[3rd Sunday of Ordinary Time, Year A, Sept 7, 2014 / Ezek 33:7-9,
Ps 95:1-2, 6-7b, 7c-9, Rom 13:8-10, Matt 18:15-20]
In the Church document Gaudium et Spes there is a strong call for all Christians to assume more responsibility for building the Kingdom in the world of today. This responsibility is reflected in the first reading where Ezekiel is appointed as watchman for his people, called to be vigilant and watch out, to be able to warn the citizens of impending danger. He is called to be a prophetic voice. St Gregory the Great (whose name in Greek means vigilance) compares the prophet to a watchman. Each Christian is called to have a prophetic voice, to watch out and speak out for justice and truth. By virtue of our baptism we all share in the prophetic mission of Christ and his Church. We are called to be active voices.

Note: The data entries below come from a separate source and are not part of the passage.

"""Where a history element's time comes from: a JSON sidecar, the file's name, or a start and a cadence.

- sidecar: ``FILE.json`` beside the file (the sidecar that may also name the unit, see
  :mod:`rotorwatch.recordings`) with ``time`` (ISO 8601, e.g. ``2004-02-12T10:32:39Z``) or ``time_s``
  (seconds since 1970-01-01 UTC);
- the file's name, read with a ``strftime``-style pattern given on the command line, e.g.
  ``%Y.%m.%d.%H.%M.%S`` for ``2004.02.12.10.32.39``; the pattern is searched anywhere in the name, so
  a prefix or an extension around it does not matter;
- a start date and a cadence: element k (in name order) at ``start + k x cadence``.

Every time is UTC. A time that cannot be read is one line naming the file and the pattern.
"""

from __future__ import annotations

import json
import math
import re
from datetime import UTC, datetime
from pathlib import Path

from ..errors import InputError

# strftime directives a pattern may use, and the text each one matches in a name
_DIRECTIVES = {
    "Y": r"\d{4}", "m": r"\d{1,2}", "d": r"\d{1,2}", "H": r"\d{1,2}", "M": r"\d{1,2}", "S": r"\d{1,2}",
    "y": r"\d{2}", "j": r"\d{1,3}", "f": r"\d{1,6}", "b": r"[A-Za-z]{3}", "z": r"[+-]\d{4}|Z", "%": "%",
}
_DURATION = re.compile(r"^\s*([0-9]*\.?[0-9]+(?:[eE][+-]?\d+)?)\s*(s|sec|min|h|hours?|d|days?)?\s*$")
_DURATION_S = {None: 1.0, "s": 1.0, "sec": 1.0, "min": 60.0, "h": 3600.0, "hour": 3600.0, "hours": 3600.0,
               "d": 86400.0, "day": 86400.0, "days": 86400.0}


def parse_date(text: str, where: str) -> float:
    """An ISO 8601 date and time (UTC when no offset is given) -> seconds since 1970-01-01 UTC."""
    raw = str(text).strip()
    try:
        dt = datetime.fromisoformat(raw.replace("Z", "+00:00"))
    except ValueError:
        raise InputError(f"{where} = {raw!r}: not an ISO 8601 date and time, e.g. 2004-02-12T10:32:39Z") from None
    if dt.tzinfo is None:
        dt = dt.replace(tzinfo=UTC)
    return dt.timestamp()


def parse_duration(text: str, where: str) -> float:
    """``600``, ``600 s``, ``10 min``, ``1.5 h``, ``2 d`` -> seconds (positive)."""
    m = _DURATION.match(str(text))
    if m is None or float(m.group(1)) <= 0:
        raise InputError(f"{where} = {text!r}: expected a positive duration, e.g. 600 s, 10 min, 1 h or 2 d")
    return float(m.group(1)) * _DURATION_S[m.group(2)]


def pattern_regex(pattern: str) -> re.Pattern[str]:
    """The regular expression that finds a ``strftime`` pattern's text inside a file name."""
    out, i = [], 0
    while i < len(pattern):
        ch = pattern[i]
        if ch == "%" and i + 1 < len(pattern):
            code = pattern[i + 1]
            if code not in _DIRECTIVES:
                raise InputError(f"--time-pattern = {pattern!r}: %{code} is not supported "
                                 f"(use %{', %'.join(k for k in _DIRECTIVES if k != '%')})")
            out.append(f"(?:{_DIRECTIVES[code]})")
            i += 2
            continue
        out.append(re.escape(ch))
        i += 1
    return re.compile("".join(out))


def time_from_name(path: Path, pattern: str, regex: re.Pattern[str] | None = None) -> float:
    """The time a file's name carries, read with ``pattern``."""
    rx = regex or pattern_regex(pattern)
    for m in rx.finditer(path.name):
        try:
            dt = datetime.strptime(m.group(0), pattern)
        except ValueError:
            continue
        if dt.tzinfo is None:
            dt = dt.replace(tzinfo=UTC)
        return dt.timestamp()
    raise InputError(f"{path}: its name holds no time in the pattern {pattern!r} (--time-pattern)")


def time_from_sidecar(path: Path) -> float | None:
    """The time in ``FILE.json`` beside ``path`` (``time`` ISO 8601 or ``time_s``), None without one."""
    side = path.with_suffix(".json")
    if not side.is_file():
        return None
    try:
        doc = json.loads(side.read_text(encoding="utf-8"))
    except (OSError, ValueError, UnicodeDecodeError) as e:
        raise InputError(f"{side}: the sidecar cannot be read: {e}") from None
    if not isinstance(doc, dict):
        return None
    if "time" in doc:
        return parse_date(str(doc["time"]), f"{side}: time")
    if "time_s" in doc:
        try:
            t = float(doc["time_s"])
        except (TypeError, ValueError):
            t = math.nan
        if not math.isfinite(t):
            raise InputError(f"{side}: time_s = {doc['time_s']!r}: expected seconds since 1970-01-01 UTC")
        return t
    return None


def iso(t_s: float) -> str:
    return datetime.fromtimestamp(t_s, tz=UTC).strftime("%Y-%m-%dT%H:%M:%SZ")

The Gospel encourages us to be responsible and to speak out against the sins of our brother. If he does not listen we are to seek help. This paves the way for what is known as the right of association, that when we are united together we have a stronger voice. Associations of like-minded people exist in the fields of social justice and human rights. In today’s reflection I would like to emphasize the importance for the Church and for all men and women of good will to be a prophetic voice in the field of bioethics. Some claim that the Church should not delve into issues of bioethics because the Bible does not talk about them. How wrong this is! The whole of Sacred Scripture is concerned about the gift of life (bios) and how we should act and behave morally (ethics) towards one another.

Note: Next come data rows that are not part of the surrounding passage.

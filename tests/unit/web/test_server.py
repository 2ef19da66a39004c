"""StatusServer routes over a real socket (127.0.0.1, port 0): pages, JSON, health, actions, refusals."""

from __future__ import annotations

import http.client
import json
import socket

import pytest

from rotorwatch.errors import ConfigError, RotorwatchError
from rotorwatch.web.board import StatusBoard
from rotorwatch.web.server import StatusServer

from . import helpers

TOKEN = "s3cret-token-for-tests-0123456789"


@pytest.fixture()
def board():
    config = helpers.demo_config()
    b = StatusBoard(config)
    update, raw = helpers.machine_update(config, 1000.0, fault=0.8)
    b.publish(update, raw)
    return b


@pytest.fixture()
def server(board):
    srv = StatusServer(board, "127.0.0.1", 0).start()
    yield srv
    srv.stop()


def request(srv: StatusServer, method: str, path: str, body: bytes | None = None, headers: dict | None = None):
    conn = http.client.HTTPConnection("127.0.0.1", srv.port, timeout=10)
    try:
        conn.request(method, path, body=body, headers=headers or {})
        resp = conn.getresponse()
        return resp.status, dict(resp.getheaders()), resp.read()
    finally:
        conn.close()


def get_json(srv, path, headers=None):
    status, hdrs, body = request(srv, "GET", path, headers=headers)
    return status, hdrs, (json.loads(body) if body else None)


def test_port_zero_gives_an_ephemeral_loopback_port(server):
    assert server.port > 0
    assert server.url == f"http://127.0.0.1:{server.port}/"


def test_index_and_static_files(server):
    status, hdrs, body = request(server, "GET", "/")
    assert status == 200 and hdrs["Content-Type"].startswith("text/html")
    assert b"/static/app.js" in body and b"/static/style.css" in body
    assert "default-src 'self'" in hdrs["Content-Security-Policy"]
    for name, ctype in (("app.js", "text/javascript"), ("style.css", "text/css"), ("favicon.svg", "image/svg+xml")):
        status, hdrs, body = request(server, "GET", f"/static/{name}")
        assert status == 200 and hdrs["Content-Type"].startswith(ctype) and len(body) > 100
    # nothing outside the static folder, however the path is spelled
    for path in ("/static/../server.py", "/static/%2e%2e%2fserver.py", "/static/board.py", "/static/"):
        assert request(server, "GET", path)[0] == 404


def test_the_page_uses_no_outside_resources(server):
    for path in ("/", "/static/app.js", "/static/style.css"):
        body = request(server, "GET", path)[2].decode()
        assert "http://" not in body and "https://" not in body, path


def test_api_overview_point_and_trend(server):
    status, hdrs, ov = get_json(server, "/api/overview")
    assert status == 200 and hdrs["Content-Type"] == "application/json"
    assert ov["machines"][0]["state"] == "alarm" and ov["actions"] == []
    status, _, pv = get_json(server, "/api/point/ef3/de-h")
    assert status == 200 and pv["point"] == "de-h" and pv["spectra"]["envelope"]["unit"] == "m/s^2"
    status, _, tr = get_json(server, "/api/trend/ef3/nde-h")
    assert status == 200 and tr["length"] == 1


def test_unknown_paths_and_points_are_404_json(server):
    for path in ("/api/point/ef3/nope", "/api/trend/nope/de-h", "/api/nothing", "/metrics"):
        status, hdrs, body = get_json(server, path)
        assert status == 404 and "error" in body, path


def test_etag_lets_the_browser_skip_unchanged_spectra(server, board):
    status, hdrs, _ = request(server, "GET", "/api/point/ef3/de-h")
    etag = hdrs["ETag"]
    assert request(server, "GET", "/api/point/ef3/de-h", headers={"If-None-Match": etag})[0] == 304
    update, raw = helpers.machine_update(board._config, 1060.0, fault=0.9)
    board.publish(update, raw)
    status, hdrs2, _ = request(server, "GET", "/api/point/ef3/de-h", headers={"If-None-Match": etag})
    assert status == 200 and hdrs2["ETag"] != etag


def test_healthz_follows_the_board():
    config = helpers.demo_config()
    board = StatusBoard(config)
    with StatusServer(board, "127.0.0.1", 0) as srv:
        status, _, body = get_json(srv, "/healthz")
        assert status == 503 and body["reason"] == "waiting for the first update of ef3"
        board.publish(helpers.machine_update(config, 1000.0, 0.0)[0])
        status, _, body = get_json(srv, "/healthz")
        assert status == 200 and body["status"] == "ok"


def test_foreign_host_header_is_refused_on_loopback(server):
    # DNS rebinding: a page on evil.example resolving to 127.0.0.1 must not read the API
    status, _, body = get_json(server, "/api/overview", headers={"Host": "evil.example:8717"})
    assert status == 421 and "loopback" in body["error"]
    for host in ("localhost:8717", "127.0.0.1", "[::1]:8717"):
        assert get_json(server, "/api/overview", headers={"Host": host})[0] == 200, host


def test_read_only_without_token(server):
    status, _, body = get_json(server, "/healthz")
    assert status == 200
    status, _, raw = request(server, "POST", "/api/acknowledge/ef3", b"{}", {"Content-Type": "application/json"})
    assert status == 403 and b"token_file" in raw
    assert request(server, "PUT", "/api/overview", b"")[0] == 405


@pytest.fixture()
def token_file(tmp_path):
    path = tmp_path / "status-token"
    path.write_text(TOKEN + "\n")
    return path


def test_actions_need_the_token(board, token_file):
    calls = []

    def ack(machine, point, value):
        if machine != "ef3":
            raise KeyError(machine)
        calls.append(("ack", machine, point, value))
        return "acknowledged 1 latched value"

    def snap(machine, point):
        calls.append(("snap", machine, point))
        return "var/rotorwatch/snapshots/ef3-1000.npz"

    with StatusServer(board, "127.0.0.1", 0, token_file=token_file, on_acknowledge=ack, on_snapshot=snap) as srv:
        assert get_json(srv, "/api/overview")[2]["actions"] == ["acknowledge", "snapshot"]
        body = json.dumps({"point": "de-h", "value": "de-outer-race"}).encode()
        status, hdrs, _ = request(srv, "POST", "/api/acknowledge/ef3", body)
        assert status == 401 and hdrs["WWW-Authenticate"].startswith("Bearer")
        assert request(srv, "POST", "/api/acknowledge/ef3", body, {"Authorization": "Bearer wrong"})[0] == 401
        assert request(srv, "POST", "/api/acknowledge/ef3", body, {"Authorization": TOKEN})[0] == 401
        assert calls == []
        auth = {"Authorization": f"Bearer {TOKEN}"}
        status, _, raw = request(srv, "POST", "/api/acknowledge/ef3", body, auth)
        assert status == 200 and json.loads(raw)["detail"] == "acknowledged 1 latched value"
        status, _, raw = request(srv, "POST", "/api/snapshot/ef3", b"", auth)
        assert status == 200 and json.loads(raw)["detail"].endswith(".npz")
        assert calls == [("ack", "ef3", "de-h", "de-outer-race"), ("snap", "ef3", None)]
        # bad bodies and unknown machines: clear answers, no callback run
        assert request(srv, "POST", "/api/acknowledge/ef3", b"{not json", auth)[0] == 400
        assert request(srv, "POST", "/api/acknowledge/ef3", b'["x"]', auth)[0] == 400
        assert request(srv, "POST", "/api/acknowledge/ef3", b'{"point": 3}', auth)[0] == 400
        assert request(srv, "POST", "/api/acknowledge/ef3", b"x" * 5000, auth)[0] == 413
        assert request(srv, "POST", "/api/acknowledge/zz", b"{}", auth)[0] == 404
        assert request(srv, "POST", "/api/reboot/ef3", b"{}", auth)[0] == 404
        assert len(calls) == 2


def test_token_configured_but_no_callback_keeps_the_action_off(board, token_file):
    with StatusServer(board, "127.0.0.1", 0, token_file=token_file) as srv:
        status, _, _ = request(srv, "POST", "/api/snapshot/ef3", b"{}", {"Authorization": f"Bearer {TOKEN}"})
        assert status == 403


def test_callback_errors_become_one_line_answers(board, token_file):
    def ack(machine, point, value):
        raise RotorwatchError("nothing to acknowledge on ef3/de-h")

    with StatusServer(board, "127.0.0.1", 0, token_file=token_file, on_acknowledge=ack) as srv:
        status, _, raw = request(srv, "POST", "/api/acknowledge/ef3", b"{}", {"Authorization": f"Bearer {TOKEN}"})
        assert status == 400 and json.loads(raw)["error"] == "nothing to acknowledge on ef3/de-h"


def test_bad_token_files_are_one_line_errors(board, tmp_path):
    with pytest.raises(ConfigError) as missing:
        StatusServer(board, token_file=tmp_path / "absent")
    assert "\n" not in str(missing.value) and "cannot read it" in str(missing.value)
    short = tmp_path / "short"
    short.write_text("abc\n")
    with pytest.raises(ConfigError, match="at least 16 characters"):
        StatusServer(board, token_file=short)


def test_port_in_use_is_a_one_line_error(board):
    with socket.socket() as taken:
        taken.bind(("127.0.0.1", 0))
        taken.listen(1)
        srv = StatusServer(board, "127.0.0.1", taken.getsockname()[1])
        with pytest.raises(RotorwatchError, match=r"status_page: cannot listen on 127\.0\.0\.1:\d+"):
            srv.start()


def test_stop_closes_the_port(board):
    srv = StatusServer(board, "127.0.0.1", 0).start()
    port = srv.port
    assert get_json(srv, "/healthz")[0] == 200
    srv.stop(timeout_s=5)
    with pytest.raises(OSError):
        socket.create_connection(("127.0.0.1", port), timeout=1).close()
    srv.stop()  # a second stop is harmless


def test_stop_also_ends_keep_alive_connections(board):
    # a browser keeps its connection open between polls; after stop() it must not be answered any more
    srv = StatusServer(board, "127.0.0.1", 0).start()
    conn = http.client.HTTPConnection("127.0.0.1", srv.port, timeout=5)
    conn.request("GET", "/healthz")
    resp = conn.getresponse()
    resp.read()
    assert resp.status == 200 and resp.getheader("Connection") != "close"
    srv.stop(timeout_s=5)
    with pytest.raises((http.client.HTTPException, OSError)):
        conn.request("GET", "/healthz")
        conn.getresponse().read()
    conn.close()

In his letter to the Romans, St Paul lists some precepts of the law one of which is: “You shall not kill.” This commandment is summed up in the appeal: “Love your neighbor as you love yourself.” Our smallest neighbor is the human embryo, so small that he or she is easy to step on and ignore. Today’s responsible and prophetic Christian voice must continue to announce, “Do not kill.” Do not kill unborn human life, do not destroy human embryos in research, do not perform IVF [in vitro fertilization]. What must be ensured in all of scientific research is the respect for the dignity of human life. In his letter on the Gospel of Life, Evangelium vitae, Pope John Paul II wrote: “The human embryo must be respected and treated as a person from the moment of conception” (Evangelium vitae 60). The prophetic voice of the Church is much weakened when we take little effort to be informed about issues of life and death. Many Christians today would wrongly be in favor of IVF for example without really knowing what is involved and not having taken the time or trouble to read what the Church teaches on the subject. This is irresponsible. If a person was in an operating theatre as a bystander and was asked by the surgeon in a critical moment of the operation if he should cut this structure or not, only a foolhardy spectator would answer without having studied well the matter in question. For similar matters of life and death such as abortion, cloning, embryo research and euthanasia it is becoming increasingly fashionable to give opinions on such lofty and serious matters. It is amazing how many people would be in favor of IVF without understanding the technique and its dangers. Many would even have strong opinions against the teaching of the Church without even having read what she says!
We need to take care and be vigilant. Many times we fall asleep in our prophetic responsibility. Today’s expression: “To fall asleep on watch,” comes from the military. Often on night duty a soldier would be on guard, watching out for the enemy. He has to stay awake otherwise lives could be lost. In the society of today, each of us is called to be watchmen and watchwomen. In the battle for a culture of life we can speak out together, join associations, form our consciences and be well informed about important social and political issues. As watchmen we cannot fall asleep. If we remain sleeping many more innocent lives will continue to be lost. Let us resolve to be more active, to speak out more in defense of innocent life.